A slide show that always previewed something bad.

“Trinity!” someone called, but the drone of the vortex made it impossible to know who.
Victoria,
a little voice inside me whispered. She was there, beside me, exactly like she'd been the night evil swept in from the open portal of the Ouija board, and warned that it was too late to stop destiny.

But I couldn't see her, only the white spilling from all directions, like a blizzard from the unseen, pure and pristine and shocking. Everywhere. Without form or texture, without the shadows from before. There was only the clawing from deep inside, something trapped and trying to get out.

Then I was falling, could feel myself falling …

“Quick, call a priest.” I heard someone laugh.

“Holy eff'in crap,
Mile High
!”

Hands curled around my arms, dragging me back.

I didn't want to go. I tried to stay in the moment, in the white, so that color could meld into shape and the images would form. But the buzz dropped into silence, and the white faded, leaving not a premonition of something horrible, but my friends crowded around and staring like they wanted to throw up.

“Get the fuck away from her!” Deuce growled.

The moment held, frozen, Victoria and Deuce crouched over me and people I didn't know gathered close, the guy in the orange shirt and Amber with her phone held up, Lucas trying to drag her away.

But not Dylan.

Just as quickly everything lurched, timing jumping forward as the people around me scattered like ants, and I could feel myself trying to move, could hear the roar inside me, but it was like it was happening to someone else, that I watched from afar.

“Someone call an ambulance!” Mrs. Greenwood screamed.

“What's going on?” someone else shouted.

“Crap, is that the LaSalle girl?”

“Mile High, come on, baby sis. Don't do this.”

The fear in Deuce's voice registered. Dizzily I pulled myself back from that odd, detached place and grabbed onto him, looking around, but it was like I turned one way, and the world spun the other. Almost everyone was gone now, everyone but Deuce and Victoria and Lucas and Amber, the adults and several uniformed cops.

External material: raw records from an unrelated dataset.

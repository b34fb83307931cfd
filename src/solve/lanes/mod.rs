//! Many frequencies at once: one plan for all, one lane of a vector for each.
//!
//! Every frequency of a sweep has the same pattern and can share one order of elimination. A
//! [`Plan`] is found once, at a representative frequency; a [`Workspace`] then solves as many
//! frequencies at once as there are lanes, and judges each lane. A lane whose own pivots would
//! have been others shows in its judgement, disturbs no other lane, and is left to the caller.
//!
//! Every lane sees the same operations whatever stands in the others, so results do not depend on
//! how frequencies are grouped.

// Loops that count are the plainest way to say what every lane does, and are what the compiler
// turns into vector instructions.
#![allow(clippy::needless_range_loop, clippy::manual_memcpy)]

mod dense;
mod dispatch;
mod eliminate;
mod exact;
mod fronts;
mod judge;
mod lane;
mod multifrontal;
mod pivots;
mod rows;
#[cfg(test)]
mod tests;
mod values;
mod work;

pub use crate::solve::lanes::dispatch::Instructions;
pub use crate::solve::lanes::lane::Lane;
pub use crate::solve::lanes::values::Equations;

use crate::solve::Pattern;
use crate::solve::lanes::dispatch::dispatch;
use crate::solve::lanes::exact::ExactValues;
use crate::solve::lanes::fronts::{Columns, FrontPlan};
use crate::solve::lanes::rows::RowPlan;
use crate::solve::lanes::values::{Driven, Entries, Listing};
use crate::solve::lanes::work::Job;
use num_complex::Complex64;
use thiserror::Error;

/// Backward error up to which a lane is good: hundreds of rounding errors, as a healthy
/// elimination leaves them; pivots that do not suit a frequency leave orders of magnitude more.
pub const GOOD_BACKWARD_ERROR: f64 = 1e-13;

/// Bytes of factors up to which sixteen lanes pay; beyond, they crowd the cache.
const SIXTEEN_LANES_BYTES: usize = 4 << 20;

/// Multiply-adds for each unknown from which fronts pay; below, their upkeep outweighs them.
const FRONTS_PAY: u64 = 40;

/// Share of the work of the general plan up to which fronts pay: they move more memory.
const FRONTS_SHARE: f64 = 0.6;

/// Backward error at the sample up to which pivots along the diagonal do: what one refinement
/// with a residual in twice the precision makes good.
const SUITABLE_BACKWARD_ERROR: f64 = 1e-10;

/// Why there is no plan.
#[derive(Clone, Debug, PartialEq, Error)]
pub enum PlanError {
    /// The sample has no pivot left.
    #[error("the sample matrix is singular at column {column}")]
    Singular {
        /// A column that nothing is left in.
        column: usize,
    },
    /// The numbers of the parts do not fit together.
    #[error("the equations do not fit the pattern")]
    Mismatch,
}

/// What a plan is made for.
#[derive(Clone, Copy, Debug, Default, PartialEq, Eq)]
pub struct Uses {
    /// Further right-hand sides, or transposed ones, will be solved on the same factors.
    pub further_solves: bool,
    /// [`Plan::refine`] will be used.
    pub refine: bool,
    /// Number of lanes, 8 or 16, if it is not to be chosen.
    pub lanes: Option<usize>,
    /// Instructions, if they are not to be chosen.
    pub instructions: Option<Instructions>,
}

/// The order of elimination of one pattern, compiled.
#[derive(Clone, Debug)]
pub struct Plan {
    n: usize,
    shape: Shape,
    lanes: usize,
    instructions: Instructions,
}

#[derive(Clone, Debug)]
enum Shape {
    Rows(RowPlan),
    Fronts(FrontPlan),
}

impl Shape {
    fn listing(&self) -> &Listing {
        match self {
            Shape::Rows(rows) => &rows.listing,
            Shape::Fronts(fronts) => &fronts.listing,
        }
    }

    /// Whether further right-hand sides can be solved on the factors.
    fn keeps_factors(&self) -> bool {
        match self {
            Shape::Rows(rows) => rows.keeps_lower,
            Shape::Fronts(_) => true,
        }
    }

    fn work(&self) -> u64 {
        match self {
            Shape::Rows(rows) => rows.work,
            Shape::Fronts(fronts) => fronts.work,
        }
    }
}

/// What one lane's solution is worth.
#[derive(Clone, Copy, Debug, Default, PartialEq)]
pub struct Verdict {
    /// Largest componentwise backward error; infinite where the solution is not a number.
    pub backward_error: f64,
}

impl Verdict {
    /// The lane may be used.
    pub fn is_good(&self) -> bool {
        self.backward_error <= GOOD_BACKWARD_ERROR
    }
}

/// Everything of one width that is kept from one batch to the next.
#[derive(Clone, Debug)]
struct Buffers<const W: usize> {
    entries: Entries,
    /// Entries in the order in which fronts take them up.
    front_entries: Entries,
    driven: Driven,
    frequency: [f64; W],
    extras: Vec<Lane<W>>,
    /// What was rounded off the further values.
    extras_low: Vec<Lane<W>>,
    exact: ExactValues,
    factors: Vec<Lane<W>>,
    /// The block at work.
    dense: Vec<Lane<W>>,
    /// Contributions of fronts to their parents.
    waiting: Vec<Lane<W>>,
    /// Right-hand sides in the order of elimination.
    carried: Vec<Lane<W>>,
    /// Right-hand sides of one row.
    right: Vec<Lane<W>>,
    /// Solutions in the order of the unknowns.
    solution: Vec<Lane<W>>,
    /// Solutions before a correction.
    before: Vec<Lane<W>>,
    backward: [f64; W],
    /// What the first correction added to `before`, and the second.
    low: Vec<Lane<W>>,
    /// Largest first correction relative to its unknown, and what the last one leaves of it.
    correction: [f64; W],
    left: [f64; W],
}

#[derive(Clone, Debug)]
enum Width {
    Eight(Box<Buffers<8>>),
    Sixteen(Box<Buffers<16>>),
}

/// Does the same to the buffers of either width.
macro_rules! either {
    ($width:expr, $buffers:ident => $body:expr) => {
        match $width {
            Width::Eight($buffers) => $body,
            Width::Sixteen($buffers) => $body,
        }
    };
}

/// Room for one batch of frequencies, and the values of one set of equations.
#[derive(Clone, Debug)]
pub struct Workspace {
    width: Width,
    n: usize,
    sides: usize,
    verdicts: Vec<Verdict>,
}

impl Plan {
    /// Finds the order of elimination at `frequency_hz`, which should stand for all (the middle
    /// of the band, by ratio). `extras` are the further values there.
    pub fn new(
        pattern: &Pattern,
        equations: &Equations,
        frequency_hz: f64,
        extras: &[Complex64],
        uses: Uses,
    ) -> Result<Self, PlanError> {
        let Pattern { n, column_start, row } = pattern;
        let fits = equations.entries.len() == row.len()
            && equations.right.len().is_multiple_of((*n).max(1))
            && extras.len() == equations.extras()
            && equations.extra_entries.iter().all(|&e| (e as usize) < row.len())
            && equations.extra_right.iter().all(|&e| (e as usize) < equations.right.len());
        if !fits {
            return Err(PlanError::Mismatch);
        }
        let mut values: Vec<Complex64> =
            equations.entries.iter().map(|a| a.at(frequency_hz).to_complex()).collect();
        for (&entry, extra) in equations.extra_entries.iter().zip(extras) {
            values[entry as usize] += extra;
        }
        let found = pivots::find(*n, column_start, row, &values)
            .map_err(|none| PlanError::Singular { column: none.column })?;
        // Beside a dense block the multipliers of the sparse rows cost next to nothing.
        let keeps = uses.refine || uses.further_solves || !found.dense_rows.is_empty();
        let rows = RowPlan::new(*n, column_start, row, &found, keeps);
        let small = rows.storage * size_of::<Lane<16>>() <= SIXTEEN_LANES_BYTES;
        let lanes = match uses.lanes {
            Some(lanes) => lanes,
            None if small && rows.dense.size == 0 => 16,
            None => 8,
        };
        let instructions = uses.instructions.unwrap_or_else(Instructions::widest);
        let heavy = rows.work > FRONTS_PAY * *n as u64 && !uses.further_solves;
        let plan = Plan { n: *n, shape: Shape::Rows(rows), lanes, instructions };
        if heavy {
            let columns = Columns { n: *n, start: column_start, row };
            let sides = equations.right.len() / *n;
            if let Some(fronts) = FrontPlan::new(columns, equations, sides)
                && (fronts.work as f64) < FRONTS_SHARE * plan.work() as f64
            {
                let plan = Plan { n: *n, shape: Shape::Fronts(fronts), lanes, instructions };
                if plan.suits(equations, frequency_hz, extras) {
                    return Ok(plan);
                }
            }
        }
        Ok(plan)
    }

    /// Whether pivots along the diagonal do for the sample.
    fn suits(&self, equations: &Equations, frequency_hz: f64, extras: &[Complex64]) -> bool {
        let mut workspace = self.workspace(equations);
        for (which, &value) in extras.iter().enumerate() {
            (0..self.lanes).for_each(|lane| workspace.set_extra(which, lane, value));
        }
        let verdicts = self.run(&mut workspace, &[frequency_hz]);
        verdicts.iter().all(|v| v.backward_error < SUITABLE_BACKWARD_ERROR)
    }

    /// Frequencies solved at once.
    pub fn lanes(&self) -> usize {
        self.lanes
    }

    /// Complex multiply-adds of one factorisation and one solve at one frequency.
    pub fn work(&self) -> u64 {
        self.shape.work()
    }

    /// The matrix equals its transpose, and half of the work is spared.
    pub fn is_symmetric(&self) -> bool {
        matches!(self.shape, Shape::Fronts(_))
    }

    /// Makes room, and takes over the values of the equations.
    pub fn workspace(&self, equations: &Equations) -> Workspace {
        let listing = self.shape.listing();
        let driven = Driven::new(&listing.rows, equations);
        let sides = driven.sides;
        let entries = Entries::new(&listing.slots, equations);
        let width = match self.lanes {
            16 => Width::Sixteen(Box::new(self.buffers(equations, entries, driven))),
            _ => Width::Eight(Box::new(self.buffers(equations, entries, driven))),
        };
        let verdicts = vec![Verdict::default(); self.lanes];
        Workspace { width, n: self.n, sides, verdicts }
    }

    /// One right-hand side, and factors that stay.
    fn can_refine(&self) -> bool {
        self.shape.keeps_factors()
    }

    fn buffers<const W: usize>(
        &self,
        equations: &Equations,
        entries: Entries,
        driven: Driven,
    ) -> Buffers<W> {
        let listing = self.shape.listing();
        let (factors, block, waiting, front_slots): (_, _, _, &[u32]) = match &self.shape {
            Shape::Rows(rows) => (rows.storage, rows.dense.area(), 0, &[]),
            Shape::Fronts(fronts) => {
                (fronts.storage, fronts.largest, fronts.waiting, &fronts.slots)
            }
        };
        let room = |lanes: usize| vec![Lane::ZERO; lanes];
        Buffers {
            frequency: [0.0; W],
            extras: room(equations.extras()),
            extras_low: room(equations.extras()),
            exact: if self.can_refine() {
                ExactValues::new(listing, equations)
            } else {
                ExactValues::default()
            },
            factors: room(factors),
            dense: room(block),
            waiting: room(waiting),
            front_entries: Entries::new(front_slots, equations),
            right: room(driven.sides),
            carried: room(self.n * driven.sides),
            solution: room(self.n * driven.sides),
            before: room(if self.shape.keeps_factors() { self.n * driven.sides } else { 0 }),
            backward: [f64::INFINITY; W],
            low: room(if self.shape.keeps_factors() { self.n * driven.sides } else { 0 }),
            correction: [f64::INFINITY; W],
            left: [f64::INFINITY; W],
            entries,
            driven,
        }
    }

    /// Solves at up to as many frequencies as there are lanes, and judges each. Further values
    /// must have been set for all of them.
    pub fn run<'w>(&self, workspace: &'w mut Workspace, frequencies_hz: &[f64]) -> &'w [Verdict] {
        let used = frequencies_hz.len().min(self.lanes);
        let Some(last) = used.checked_sub(1) else { return &[] };
        either!(&mut workspace.width, buffers => {
            for (lane, frequency) in buffers.frequency.iter_mut().enumerate() {
                *frequency = frequencies_hz[lane.min(last)];
            }
            dispatch(self.instructions, self, buffers, Job::Run);
            for (lane, verdict) in workspace.verdicts.iter_mut().enumerate() {
                *verdict = Verdict { backward_error: buffers.backward[lane] };
            }
        });
        &workspace.verdicts[..used]
    }

    /// After [`Plan::run`]: corrects every lane once with a residual in twice the working
    /// precision (Demmel and others, 2006). The solution is then [`Workspace::refined`]. The plan
    /// must have been made for further solves and have one right-hand side.
    pub fn refine(&self, workspace: &mut Workspace) {
        assert!(self.can_refine() && workspace.sides == 1, "a plan whose factors stay");
        either!(&mut workspace.width, buffers => {
            dispatch(self.instructions, self, buffers, Job::Refine);
        });
    }

    /// Solves further right-hand sides, set by [`Workspace::set_right`], on the factors of the
    /// last run. The plan must have been made for further solves.
    pub fn solve(&self, workspace: &mut Workspace) {
        let listing = self.listing_for_further_solves();
        either!(&mut workspace.width, buffers => {
            // They were set in the order of the equations.
            for (order, &row) in listing.rows.iter().enumerate() {
                for side in 0..workspace.sides {
                    buffers.carried[order * workspace.sides + side] =
                        buffers.solution[row as usize * workspace.sides + side];
                }
            }
            dispatch(self.instructions, self, buffers, Job::Solve);
        });
    }

    fn listing_for_further_solves(&self) -> &Listing {
        match &self.shape {
            Shape::Rows(rows) if rows.keeps_lower => &rows.listing,
            _ => panic!("the plan was made without further solves"),
        }
    }

    /// As [`Plan::solve`], with the matrix transposed.
    pub fn solve_transposed(&self, workspace: &mut Workspace) {
        let listing = self.listing_for_further_solves();
        either!(&mut workspace.width, buffers => {
            dispatch(self.instructions, self, buffers, Job::SolveTransposed);
            for (order, &row) in listing.rows.iter().enumerate() {
                for side in 0..workspace.sides {
                    buffers.solution[row as usize * workspace.sides + side] =
                        buffers.carried[order * workspace.sides + side];
                }
            }
        });
    }
}
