impl<'o> Build<'o> {
    pub(crate) fn new(
        original: &Circuit,
        algebra: Algebra,
        options: &'o Options,
    ) -> Result<Self, SwapError> {
        let islands = Islands::find(original, Regime::Alternating);
        let reference =
            (0..original.nodes.len()).map(|i| islands.reference_of(NodeId(i as u32))).collect();
        let mut trees = Trees::default();
        trees.grow_to(original.nodes.len());
        for (id, _) in original.each_element() {
            for (a, b) in ties(original, id, Regime::Alternating) {
                trees.join(a, b);
            }
        }
        let mut wires = Trees::default();
        wires.grow_to(original.nodes.len());
        let mut taken = HashSet::new();
        let flat = |name: &str| name.replace('.', "_");
        taken.extend(original.elements.iter().map(|e| (Space::Element, flat(&e.name))));
        taken.extend(original.ideals.iter().map(|i| (Space::Element, flat(&i.name))));
        let nodes = original.nodes.iter().flat_map(|n| &n.names);
        taken.extend(nodes.map(|name| (Space::Node, flat(name))));
        taken.extend(original.lets.iter().map(|(name, _)| (Space::Let, flat(name))));
        let mut build = Build {
            circuit: original.clone(),
            algebra,
            options,
            original_elements: original.elements.len(),
            original_nodes: original.nodes.len(),
            reference,
            amps: HashMap::new(),
            placed: Vec::new(),
            replaced: HashSet::new(),
            done: Vec::new(),
            warnings: Vec::new(),
            tie_nodes: None,
            tie_used: false,
            trees,
            wires,
            taken,
            named: original.lets.iter().map(|(_, id)| *id).collect(),
            parts: Vec::new(),
            islands_before: Vec::new(),
        };
        build.circuit.tape = Default::default();
        build.find_tie_nodes()?;
        Ok(build)
    }

    fn find_tie_nodes(&mut self) -> Result<(), SwapError> {
        let Some((first, second)) = &self.options.tie else { return Ok(()) };
        let (a, b) = (self.find_node(first)?, self.find_node(second)?);
        if self.same_tree(a, b) {
            let (first, second) = (first.clone(), second.clone());
            return Err(SwapError::TieMakesLoop { first, second });
        }
        self.tie_nodes = Some((a, b));
        Ok(())
    }

    fn find_node(&self, name: &str) -> Result<NodeId, SwapError> {
        let nodes = &self.circuit.nodes;
        let found = nodes.iter().position(|n| n.names.iter().any(|own| same_name(own, name)));
        found.map(|i| NodeId(i as u32)).ok_or_else(|| {
            let known = nodes.iter().flat_map(|n| n.names.iter().map(String::as_str));
            let near = did_you_mean(name, known).map(str::to_owned);
            SwapError::UnknownNode { name: name.to_owned(), near }
        })
    }

    /// Starts a set: its values get names, its windings are taken out.
    pub(crate) fn begin(&mut self, set: &mut CoupledSet) {
        self.placed.push((set.windings[0].id, Vec::new()));
        self.islands_before = set.windings.iter().map(|w| self.trees.root(w.left)).collect();
        for winding in &set.windings {
            self.replaced.insert(winding.id);
            self.name_value(&format!("L_{}", winding.name), winding.inductance);
        }
        for i in 0..set.len() {
            for j in i + 1..set.len() {
                if let Some(m) = set.inductance(i, j) {
                    let joint = joint(&set.windings[i].name, &set.windings[j].name);
                    self.name_value(&format!("M_{joint}"), m);
                }
            }
        }
        let toleranced: Vec<_> = set.windings.iter().filter(|w| w.tolerance).collect();
        if !toleranced.is_empty() {
            let names: Vec<_> = toleranced.iter().map(|w| format!("`{}`", w.name)).collect();
            self.warnings.push(format!(
                "the tolerances of {} are not in the twin: its legs depend on one another",
                names.join(", ")
            ));
        }
    }

    /// Ends a set.
    pub(crate) fn end(&mut self, set: &CoupledSet, condition: Condition) -> Result<(), SwapError> {
        if self.algebra.overflow {
            let (names, span) = (set.names(), set.span);
            return Err(SwapError::DimensionTooLarge { names, span });
        }
        let before = &self.islands_before;
        let several = before.iter().any(|tree| *tree != before[0]);
        let together = set.windings.iter().all(|w| self.same_tree(w.left, set.windings[0].left));
        let isolation_lost = several && together;
        if isolation_lost {
            self.warnings.push(format!(
                "{} are isolated from each other, this {} is not; it is a model: never build it \
                 in place of an isolating transformer",
                set.names(),
                self.options.into
            ));
        }
        let matrices = explain::Matrices::of(&mut self.algebra, set);
        let parts = std::mem::take(&mut self.parts);
        let set = set.clone();
        self.done.push(Done { set, condition, isolation_lost, parts, matrices });
        Ok(())
    }

    // ---- names ------------------------------------------------------------------------------

    fn free(&mut self, space: Space, base: &str) -> String {
        let mut name = base.to_owned();
        let mut number = 2;
        while !self.taken.insert((space, name.replace('.', "_"))) {
            name = format!("{base}_{number}");
            number += 1;
        }
        name
    }

    /// Gives a value a `let` name, unless it has one.
    pub(crate) fn name_value(&mut self, base: &str, id: FormulaId) {
        if self.named.insert(id) {
            let name = self.free(Space::Let, &base.replace('.', "_"));
            self.circuit.lets.push((name, id));
        }
    }

    pub(crate) fn node_name(&self, node: NodeId) -> String {
        self.circuit.node_name(node).to_owned()
    }

    // ---- nodes ------------------------------------------------------------------------------

    /// A new node; `home` is a node of the island it will belong to.
    pub(crate) fn node(&mut self, base: &str, home: NodeId) -> NodeId {
        let id = NodeId(self.circuit.nodes.len() as u32);
        let name = self.free(Space::Node, base);
        let span = self.circuit.nodes[home.index()].span;
        self.circuit.nodes.push(Node { names: vec![name], span });
        self.reference.push(self.reference[home.index()]);
        self.trees.grow_to(id.index() + 1);
        self.wires.grow_to(id.index() + 1);
        id
    }

    pub(crate) fn same_tree(&self, a: NodeId, b: NodeId) -> bool {
        self.trees.root(a) == self.trees.root(b)
    }

    pub(crate) fn same_node(&self, a: NodeId, b: NodeId) -> bool {
        self.wires.root(a) == self.wires.root(b)
    }

    /// A number that is the same for nodes that are one.
    pub(crate) fn node_key(&self, node: NodeId) -> u32 {
        self.wires.root(node)
    }

    /// Makes two nodes one.
    pub(crate) fn merge(&mut self, a: NodeId, b: NodeId) {
        self.wires.join(a, b);
        self.trees.join(a, b);
    }

    /// Makes two nodes of different trees one, which no current can notice.
    pub(crate) fn tie(&mut self, nodes: [NodeId; 2]) -> (String, String) {
        assert!(!self.same_tree(nodes[0], nodes[1]), "a tie must not make a loop");
        self.merge(nodes[0], nodes[1]);
        (self.node_name(nodes[0]), self.node_name(nodes[1]))
    }

    // ---- elements ---------------------------------------------------------------------------

    /// A new element in the place of the set.
    pub(crate) fn add(&mut self, base: &str, left: NodeId, right: NodeId, law: Law) -> ElementId {
        let name = match law {
            Law::IdealWinding { .. } => base.to_owned(),
            _ => self.free(Space::Element, base),
        };
        let id = ElementId(self.circuit.elements.len() as u32);
        self.trees.join(left, right);
        let (anchor, list) = self.placed.last_mut().expect("elements are added to a set");
        let span = self.circuit.elements[anchor.index()].span;
        list.push(id);
        self.circuit.elements.push(Element { name, left, right, law, tolerance: None, span });
        id
    }

    /// An ideal transformer without windings.
    pub(crate) fn ideal(&mut self, base: &str) -> usize {
        let name = self.free(Space::Element, base);
        self.circuit.ideals.push(Ideal { name, windings: Vec::new() });
        self.circuit.ideals.len() - 1
    }

    pub(crate) fn ideal_winding(
        &mut self,
        ideal: usize,
        dotted: NodeId,
        plain: NodeId,
        turns: FormulaId,
    ) -> ElementId {
        let own = &self.circuit.ideals[ideal];
        let name = format!("{}.{}", own.name, own.windings.len() + 1);
        let id = self.add(&name, dotted, plain, Law::IdealWinding { ideal, turns });
        self.circuit.ideals[ideal].windings.push(id);
        id
    }

    /// Elements in series at one end of a winding, the outermost first, in its own direction.
    /// The innermost node; if there are any, the winding's current is that of the first.
    pub(crate) fn chain(
        &mut self,
        winding: &Winding,
        end: End,
        laws: Vec<(String, Law)>,
    ) -> NodeId {
        let mut at = winding.node(end);
        for (name, law) in laws {
            let inner = self.node(&format!("{}_in", winding.name), at);
            let (left, right) = match end {
                End::Left => (at, inner),
                End::Right => (inner, at),
            };
            let id = self.add(&name, left, right, law);
            self.amps.entry(winding.id).or_insert_with(|| vec![(false, id)]);
            at = inner;
        }
        at
    }

    /// What stays outside an equivalent in series with a winding: its loss, and what the currents
    /// of the others do to it through mutual resistance.
    pub(crate) fn outside(
        &mut self,
        set: &CoupledSet,
        i: usize,
        mutual: bool,
    ) -> Vec<(String, Law)> {
        let winding = &set.windings[i];
        let mut laws = Vec::new();
        if let Some(resistance) = winding.series {
            laws.push((format!("{}_R", winding.name), Law::Resistor { resistance }));
        }
        if mutual {
            let terms = (0..set.len())
                .filter_map(|j| Some((j, set.mutual(i, j)?.resistance?)))
                .map(|(j, resistance)| self.induced(set, j, resistance))
                .collect::<Vec<_>>();
            if !terms.is_empty() {
                let drive = Drive { constant: None, terms, end: winding.dot };
                laws.push((format!("{}_shared_R", winding.name), Law::VoltageSource(drive)));
            }
        }
        laws
    }

    /// An impedance times the current into the dot of a winding.
    pub(crate) fn induced(
        &mut self,
        set: &CoupledSet,
        j: usize,
        impedance: FormulaId,
    ) -> (FormulaId, Measure) {
        let other = &set.windings[j];
        let factor = self.algebra.signed(other.dot == End::Right, impedance);
        // Replaced windings are read by other elements in the end.
        (factor, Measure::Amps(other.id))
    }

    /// A wire that a current can be read in.
    pub(crate) fn ammeter(&mut self, base: &str, left: NodeId, right: NodeId) -> ElementId {
        let resistance = self.algebra.number(0.0, Dimension::RESISTANCE);
        self.add(base, left, right, Law::Resistor { resistance })
    }

    // ---- legs -------------------------------------------------------------------------------

    /// Lays a leg of an inductance and a resistance; zero is a wire, which the caller has to make.
    pub(crate) fn leg(
        &mut self,
        base: &str,
        ends: (NodeId, NodeId),
        (inductance, series): (Maybe, Maybe),
        role: Role,
    ) -> Laid {
        let dimension = Dimension::INDUCTANCE;
        let name = self.free(Space::Element, base);
        self.taken.remove(&(Space::Element, name.replace('.', "_")));
        let dropped = self.options.drop.iter().any(|asked| same_name(&name, asked));
        let value = inductance.map(|exact| self.rounded(&name, exact));
        let (fate, laid) = match (dropped, role, value, series) {
            (true, Role::Series, ..) => (Fate::DroppedWire, Laid::Wire),
            (true, Role::Shunt, ..) => (Fate::DroppedOpen, Laid::Open),
            (_, _, None, None) => (Fate::Wire, Laid::Wire),
            (_, _, None, Some(resistance)) => {
                let id = self.add(&name, ends.0, ends.1, Law::Resistor { resistance });
                (Fate::Element, Laid::Element(id))
            }
            (_, _, Some(inductance), series) => {
                let law = Law::Winding { inductance, series, dot: None };
                (Fate::Element, Laid::Element(self.add(&name, ends.0, ends.1, law)))
            }
        };
        let exact = inductance;
        self.parts.push(Part { name, exact, value, dimension, fate, ideal: false });
        laid
    }

    /// Notes that a leg is infinite and left out.
    pub(crate) fn infinite_leg(&mut self, base: &str) {
        self.note(base, None, Dimension::INDUCTANCE, Fate::Open, false);
    }

    /// Notes a part of an equivalent that is no leg to round or drop.
    pub(crate) fn note(
        &mut self,
        name: &str,
        value: Maybe,
        dimension: Dimension,
        fate: Fate,
        ideal: bool,
    ) {
        let name = name.to_owned();
        self.parts.push(Part { name, exact: value, value, dimension, fate, ideal });
    }

    fn rounded(&mut self, name: &str, exact: FormulaId) -> FormulaId {
        let Some(series) = self.options.round else { return exact };
        match self.algebra.real(exact) {
            Some(value) if value != 0.0 => {
                let near = series.nearest(value.abs());
                self.algebra.decimal(near, value < 0.0, Dimension::INDUCTANCE)
            }
            _ => {
                self.warnings.push(format!("`{name}` depends on the frequency and is not rounded"));
                exact
            }
        }
    }
}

Mrs. Greenwood kneeled beside us. “Is she okay?”

“Maybe we should call DeMarcus,” one of the cops said.

I blinked him into focus. “No.” There was no reason to call Detective Jackson. Standing, I fumbled for the porch railing, searching for—

I didn't know. I didn't know what I was searching for, only that something horrible and cold had brushed against me.

“Trinity?” Victoria asked, stepping into me. “Omigod, you're like ice.” Her eyes, the green so dark it looked black, met mine. “Like when we did the Ouija board,” she whispered. “Maybe that really
is
why he was here. Did you see something?”

“No.” To both questions. “Nothing,” I said.

“Here, sweetie,” Mrs. Greenwood said, draping a blanket around me.

“I don't understand,” Victoria stammered. “If you didn't see anything, what happened? It's like you weren't even there.”

I didn't understand, either. It was like sitting down for a movie to start, but the screen going white before anything happened.